I love zombie culture.

Books, movies, video games, everything. I’ve read the Zombie Survival Guide cover to cover, I’ve watched countless zombie flicks, and I’ve played through Resident Evil 4 somewhere around a dozen times. I have an emergency escape route planned in case of zombpocalypse. We have a very strict ‘no fake zombie’ rule in my apartment, the punishment for which is severe bludgeoning, usually to the skull. In short, zombies are cool.

Why do I bring this up? Well, I found an interesting thread on Wickedfire yesterday. It looks like one of the forum’s members made a low-budget zombie film, and is looking for ways to promote it. He’s even looking into starting an affiliate program. The thread itself is a fountain of useful ideas, but there’s one thing in particular you should look at.

Specifically, the movie’s trailer. For future reference, if you have one of your movie’s characters shove a chainsaw through a zombie’s face, you get an instant plug on my blog.

Anyway, I thought the whole thread was pretty interesting, mainly because it puts modern advertising into perspective: You don’t really need a multi-million dollar advertising campaign to spread awareness. Forget expensive TV/radio advertising, all you need is a few flyers handed to the right people and a handful of blogs. If you happen to get lucky, you can rely on viral advertising to get the word out.

For example: I read Wickedfire. I like zombies. My roommate, who reads this blog, also likes zombies. He may write about the movie on his blog. A lot of his friends like zombies. They write about it. The dominoes continue to fall until the producers are buried in order requests.

Back to the thread. As usual, HarveyJ is a veritable goldmine of useful information. He suggested something that I never would have thought of, but can definitely see catching on: Leak your own movie. Take a low quality version, leak it onto the P2P networks, and let it spread itself. Pretty soon, you’ll have people searching for information about the movie, writing about it, and even buying it (low quality versions suck).

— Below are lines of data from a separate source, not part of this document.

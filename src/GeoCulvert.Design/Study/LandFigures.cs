using GeoCulvert.Design.Basis;
using GeoCulvert.Design.Terrain;
using GeoCulvert.Design.Watersheds;

namespace GeoCulvert.Design.Study;

/// <summary>A raster of the user's whose mean over every watershed is wanted.</summary>
/// <param name="Name">Its name in the results.</param>
/// <param name="Values">Values in their own unit, NaN for none, on a grid of their own in the plane of the terrain.</param>
public sealed record StudyRaster(string Name, Grid<float> Values);

/// <summary>The mean of a raster over a watershed.</summary>
/// <param name="Raster">Name of the raster.</param>
/// <param name="MeanOrNull">Area-weighted mean over the part with values, in the raster's own unit; null when there is none.</param>
/// <param name="MissingShare">Share of the watershed without a value, 0-1.</param>
public sealed record RasterMean(string Raster, double? MeanOrNull, double MissingShare);

/// <summary>A watershed, total or local, with all that is known of its land.</summary>
/// <param name="Ground">Area, outline and figures of the terrain.</param>
/// <param name="Cover">Land cover and soils; null when neither was given.</param>
/// <param name="Means">Means of the user's rasters.</param>
public sealed record LandFigures(WatershedCharacteristics Ground, CoverSummary? Cover, IReadOnlyList<RasterMean> Means);

/// <summary>The tables of land cover and of raster means, and the fields that total and local watersheds share.</summary>
public static class LandLayers
{
    /// <summary>Land cover and soil groups of every watershed.</summary>
    public static LayerDefinition<(string CrossingId, CoverAreaResult Area)> CoverAreas { get; } = new(
        "cover_areas", "Land cover", "A land cover and soil group in the total watershed of a crossing.", LayerGeometry.None, _ => null,
        [
            ResultLayers.Text<(string CrossingId, CoverAreaResult Area)>("crossing_id", "Crossing", "Id of the crossing.", r => r.CrossingId),
            ResultLayers.Text<(string CrossingId, CoverAreaResult Area)>("land_cover", "Land cover", "Code of the land cover; empty where there is none.", r => r.Area.Code),
            ResultLayers.Text<(string CrossingId, CoverAreaResult Area)>("land_cover_name", "Name", "Name of the land cover in the table of runoff coefficients.", r => r.Area.Name),
            ResultLayers.Text<(string CrossingId, CoverAreaResult Area)>("soil_group", "Soil group", "Hydrologic soil group; empty where there is none.", r => r.Area.SoilGroup),
            ResultLayers.Real<(string CrossingId, CoverAreaResult Area)>("area", QuantityKind.Area, "Area", "Overlap with the cells of the watershed, parts of cells counted.", r => r.Area.AreaM2),
            ResultLayers.Real<(string CrossingId, CoverAreaResult Area)>("area_share", QuantityKind.Share, "Share", "Share of the watershed.", r => r.Area.Share),
        ]);

    /// <summary>Means of the user's rasters.</summary>
    public static LayerDefinition<(string CrossingId, RasterMean Total, RasterMean Local)> RasterMeans { get; } = new(
        "raster_means", "Raster means", "The mean of a raster of the project over the watersheds of a crossing.", LayerGeometry.None, _ => null,
        [
            ResultLayers.Text<(string CrossingId, RasterMean Total, RasterMean Local)>("crossing_id", "Crossing", "Id of the crossing.", r => r.CrossingId),
            ResultLayers.Text<(string CrossingId, RasterMean Total, RasterMean Local)>("raster", "Raster", "Name of the raster.", r => r.Total.Raster),
            ResultLayers.Real<(string CrossingId, RasterMean Total, RasterMean Local)>("mean", QuantityKind.None, "Mean", "Area-weighted mean over the total watershed, in the raster's own unit; parts of cells counted.", r => r.Total.MeanOrNull),
            ResultLayers.Real<(string CrossingId, RasterMean Total, RasterMean Local)>("missing_share", QuantityKind.Share, "Without value", "Share of the total watershed where the raster has no value; the mean is that of the rest.", r => r.Total.MissingShare),
            ResultLayers.Real<(string CrossingId, RasterMean Total, RasterMean Local)>("local_mean", QuantityKind.None, "Local mean", "The same over the local watershed.", r => r.Local.MeanOrNull),
            ResultLayers.Real<(string CrossingId, RasterMean Total, RasterMean Local)>("local_missing_share", QuantityKind.Share, "Local without value", "Share of the local watershed where the raster has no value.", r => r.Local.MissingShare),
        ]);

    internal static IReadOnlyList<LayerColumn<CrossingResult>> Columns(Func<CrossingResult, LandFigures> land) =>
    [
        ResultLayers.Real<CrossingResult>("perimeter", QuantityKind.Length, "Perimeter", "True length of the outline along cell edges, holes included; longer than a smooth divide.", c => land(c).Ground.Outline.PerimeterM),
        ResultLayers.Real<CrossingResult>("centroid_x", QuantityKind.None, "Centroid x", "Mean of the cells' centres, in the coordinate system of the layer.", c => land(c).Ground.Centroid?.X),
        ResultLayers.Real<CrossingResult>("centroid_y", QuantityKind.None, "Centroid y", "Mean of the cells' centres, in the coordinate system of the layer.", c => land(c).Ground.Centroid?.Y),
        ResultLayers.Real<CrossingResult>("edge_contact_share", QuantityKind.Share, "Edge contact", "Share of the boundary on the edge of the terrain or on nodata.", c => land(c).Ground.EdgeContactShare),
        ResultLayers.Real<CrossingResult>("mean_slope", QuantityKind.Slope, "Basin slope", "Mean slope of the ground.", c => land(c).Ground.MeanBasinSlopeMPerM),
        ResultLayers.Real<CrossingResult>("mean_elevation", QuantityKind.Length, "Mean elevation", "Mean elevation of the ground.", c => land(c).Ground.MeanElevationM),
        ResultLayers.Real<CrossingResult>("relief", QuantityKind.Length, "Relief", "Highest less lowest elevation.", c => land(c).Ground.ReliefM),
        ResultLayers.Real<CrossingResult>("flow_path_length", QuantityKind.Length, "Longest flow path", "Length of the longest flow path from the divide.", c => land(c).Ground.LongestFlowPath?.LengthM),
        ResultLayers.Real<CrossingResult>("slope_10_85", QuantityKind.Slope, "10-85 slope", "Slope of the longest flow path between 10 % and 85 % of its length above the crossing.", c => land(c).Ground.LongestFlowPath?.Slope1085MPerM),
        ResultLayers.Real<CrossingResult>("slope_end_to_end", QuantityKind.Slope, "End-to-end slope", "Fall of the longest flow path over its length.", c => land(c).Ground.LongestFlowPath?.EndToEndSlopeMPerM),
        ResultLayers.Real<CrossingResult>("slope_equal_area", QuantityKind.Slope, "Equal-area slope", "Slope of the line from the crossing with as much area under it as the profile of the longest flow path.", c => land(c).Ground.LongestFlowPath?.EqualAreaSlopeMPerM),
        ResultLayers.Real<CrossingResult>("shape_factor", QuantityKind.None, "Shape factor", "Square of the longest flow path by the area.", c => land(c).Ground.ShapeFactor),
        ResultLayers.Real<CrossingResult>("filled_share", QuantityKind.Share, "Filled depressions", "Share of the cells that were raised to make water leave: closed depressions, real or of the terrain model.", c => land(c).Ground.FilledShare),
        ResultLayers.Real<CrossingResult>("lake_share", QuantityKind.Share, "Open water", "Share of land covers that are open water; empty without a land cover or where its table does not say.", c => land(c).Cover?.LakeShare),
        ResultLayers.Real<CrossingResult>("wetland_share", QuantityKind.Share, "Wetland", "Share of land covers that are wetland.", c => land(c).Cover?.WetlandShare),
        ResultLayers.Real<CrossingResult>("storage_share", QuantityKind.Share, "Storage", "Share that is open water, wetland or a filled depression, each place counted once; filled depressions alone where lakes are not known.", c => land(c).Cover?.StorageShare ?? land(c).Ground.FilledShare),
        ResultLayers.Real<CrossingResult>("impervious_share", QuantityKind.Share, "Impervious", "Impervious share by land cover, of the area whose cover has a figure.", c => land(c).Cover?.ImperviousShare),
        ResultLayers.Text<CrossingResult>("land_cover", "Land cover", "Land covers with their shares of the watershed, the largest first; by soil group in cover_areas.", c => land(c).Cover?.LandCover),
        ResultLayers.Real<CrossingResult>("cover_missing_share", QuantityKind.Share, "Without land cover", "Share without a land cover.", c => land(c).Cover?.CoverMissingShare),
        ResultLayers.Real<CrossingResult>("soil_a_share", QuantityKind.Share, "Soil group A", "Share of hydrologic soil group A.", c => land(c).Cover?.SoilShare(g => g == "A")),
        ResultLayers.Real<CrossingResult>("soil_b_share", QuantityKind.Share, "Soil group B", "Share of hydrologic soil group B.", c => land(c).Cover?.SoilShare(g => g == "B")),
        ResultLayers.Real<CrossingResult>("soil_c_share", QuantityKind.Share, "Soil group C", "Share of hydrologic soil group C.", c => land(c).Cover?.SoilShare(g => g == "C")),
        ResultLayers.Real<CrossingResult>("soil_d_share", QuantityKind.Share, "Soil group D", "Share of hydrologic soil group D.", c => land(c).Cover?.SoilShare(g => g == "D")),
        ResultLayers.Real<CrossingResult>("soil_dual_share", QuantityKind.Share, "Dual soil groups", "Share of the dual groups A/D, B/D and C/D.", c => land(c).Cover?.SoilShare(g => g.Length > 1)),
        ResultLayers.Real<CrossingResult>("soil_missing_share", QuantityKind.Share, "Without soil group", "Share without a soil group.", c => land(c).Cover?.SoilMissingShare),
    ];
}
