namespace GeoCulvert.Report.Tests;

public sealed class HtmlTextTests
{
    [Theory]
    [InlineData("<script>alert(1)</script>", "&lt;script&gt;alert(1)&lt;/script&gt;")]
    [InlineData("\" onload='x' &amp;", "&quot; onload=&#39;x&#39; &amp;amp;")]
    [InlineData("a\u202Egnp.exe\u2066b", "a\uFFFDgnp.exe\uFFFDb")]
    [InlineData("nul\0 esc\u001b bell\u0007 c1\u0085", "nul\uFFFD esc\uFFFD bell\uFFFD c1\uFFFD")]
    [InlineData("tab\tline\r\n", "tab line  ")]
    [InlineData("\uD83C\uDF0A \u05e9\u05dc\u05d5\u05dd", "\uD83C\uDF0A \u05e9\u05dc\u05d5\u05dd")]
    [InlineData(null, "")]
    public void TextStaysText(string? text, string expected) => Assert.Equal(expected, HtmlText.Escape(text));

    [Fact]
    public void LoneSurrogatesAreReplaced() => Assert.Equal("\uFFFDx\uFFFD", HtmlText.Escape("\uD800x\uDC00"));

    [Fact]
    public void CssStringsCannotBeLeft() => Assert.Equal("\"a\\22 \\3b \\7d \\3c \\2f style\\3e \\fffd 1\"", HtmlText.CssString("a\";}</style>\n1"));

    [Fact]
    public void ShorteningKeepsSurrogatePairsWhole()
    {
        Assert.Equal("ab\u2026", HtmlText.Shorten("abcd", 3));
        Assert.Equal("a\u2026", HtmlText.Shorten("a\uD83C\uDF0Abc", 3));
        Assert.Equal("abc", HtmlText.Shorten("abc", 3));
    }
}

The most important piece of advice in the thread, however, is one that I hope most of you have figured out by now: Don’t be afraid to simply ask for help. It was suggested that the producer simply ask zombie bloggers to give him a plug. It’s a good idea, and it can work for any number of situations (including podcasts). Aside from getting a little free advertising, you also get the added bonus of establishing contacts within whatever niche you’re looking to break into. I just can’t stress this enough: Always go out of your way to network with people in your niche.

Also, always keep a sword or spear in your house (in case of zombies). Blades don’t need reloading.